If you are using a phone number from another country, replace +1 with the 
appropriate country code for that number.

# Vosk
VOSK_MODEL_PATH='Path to your downloaded Vosk model'

# TTS
TTS_MODEL_NAME='tts_models/en/ljspeech/tacotron2-DDC_ph' 

You can replace the TTS Model with another if you prefer.

# Resident Details
These environment variables are used to personalize the experience based on the resident's details.

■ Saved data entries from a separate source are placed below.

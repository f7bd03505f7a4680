// CG envelope test. Envelope corners come from the aircraft's flight manual as (arm, weight)
// pairs; a loading exactly on a limit line is within limits, so a point on an edge counts as
// inside. Floating-point division can put a computed CG a hair off a line it sits on exactly,
// hence the small edge tolerance.

export type EnvelopePoint = [arm: number, weight: number];

const RELATIVE_TOLERANCE = 1e-9;

function checkFinite(value: number, what: string): void {
  if (!Number.isFinite(value)) throw new RangeError(`${what} must be a finite number, got ${value}`);
}

/** The polygon's corners without a repeated closing corner; at least three are needed. */
export function normalizeEnvelope(envelope: readonly EnvelopePoint[]): EnvelopePoint[] {
  const points = envelope.map(([arm, weight]): EnvelopePoint => {
    checkFinite(arm, "Envelope arm");
    checkFinite(weight, "Envelope weight");
    return [arm, weight];
  });
  const first = points[0];
  const last = points[points.length - 1];
  if (points.length > 1 && first && last && first[0] === last[0] && first[1] === last[1]) points.pop();
  if (points.length < 3) throw new RangeError("A CG envelope needs at least three corners");
  return points;
}

function distanceToSegment(px: number, py: number, a: EnvelopePoint, b: EnvelopePoint): number {
  const dx = b[0] - a[0];
  const dy = b[1] - a[1];
  const lengthSquared = dx * dx + dy * dy;
  const t = lengthSquared === 0 ? 0 : Math.max(0, Math.min(1, ((px - a[0]) * dx + (py - a[1]) * dy) / lengthSquared));
  return Math.hypot(px - (a[0] + t * dx), py - (a[1] + t * dy));
}

/** Whether (arm, weight) lies inside the envelope polygon or on its boundary. */
export function isWithinEnvelope(arm: number, weight: number, envelope: readonly EnvelopePoint[]): boolean {
  checkFinite(arm, "Arm");
  checkFinite(weight, "Weight");
  const polygon = normalizeEnvelope(envelope);
  let scale = Math.max(1, Math.abs(arm), Math.abs(weight));
  for (const [x, y] of polygon) scale = Math.max(scale, Math.abs(x), Math.abs(y));
  const tolerance = RELATIVE_TOLERANCE * scale;

  let inside = false;
  for (let i = 0, j = polygon.length - 1; i < polygon.length; j = i++) {
    const a = polygon[j] as EnvelopePoint;
    const b = polygon[i] as EnvelopePoint;
    if (distanceToSegment(arm, weight, a, b) <= tolerance) return true;
    // Even-odd ray cast toward +arm; edges are half-open in weight so a vertex is counted once.
    if (a[1] > weight !== b[1] > weight) {
      const crossingArm = a[0] + ((weight - a[1]) * (b[0] - a[0])) / (b[1] - a[1]);
      if (arm < crossingArm) inside = !inside;
    }
  }
  return inside;
}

RESIDENT_FIRST_NAME='The first name of the resident'
RESIDENT_LAST_NAME='The last name of the resident'
RESIDENT_AGE_YEARS='The age of the resident in years (1-130)'
RESIDENT_SEX='The sex of the resident ("Male" or "Female")'
RESIDENT_MEDICAL_CONDITIONS='A comma seperated list of known medical conditions of the resident'

# Setting Resident Details
Set these variables to reflect the resident's personal information. 
Ensure that the age is an integer between 1 and 130, and the sex is 
specified as either "Male" or "Female" (case insensitive). 
The medical conditions should be a comma-separated list of 
conditions without any special characters.

For example:

RESIDENT_FIRST_NAME='John'
RESIDENT_LAST_NAME='Doe'
RESIDENT_AGE_YEARS=85
RESIDENT_SEX='male'
RESIDENT_MEDICAL_CONDITIONS='mild dementia, mobility issues.'

# CareGiver Details
Ensure that this is not empty.

CAREGIVERS_DESCRIPTION='The role of the Caregiver'

For example:

CAREGIVERS_DESCRIPTION='Is a nurse in charge of taking care of the patient.'

Running the Program

  1. Ensure you have completed the setup instructions above.
  2. Ensure your virtual environment is activated. If it is not activated run the following command.
    source venv/bin/activate

Running as a Terminal Application

To run the program as a terminal application, use the following command:

python3 /path/to/your/main.py

Running as a Web Application with a User Interface

To run the program as a web application with a user interface, use the command:

streamlit run /path/to/your/main.py

Please adjust the /path/to/your/main.py with the actual path to your main.py file on your system.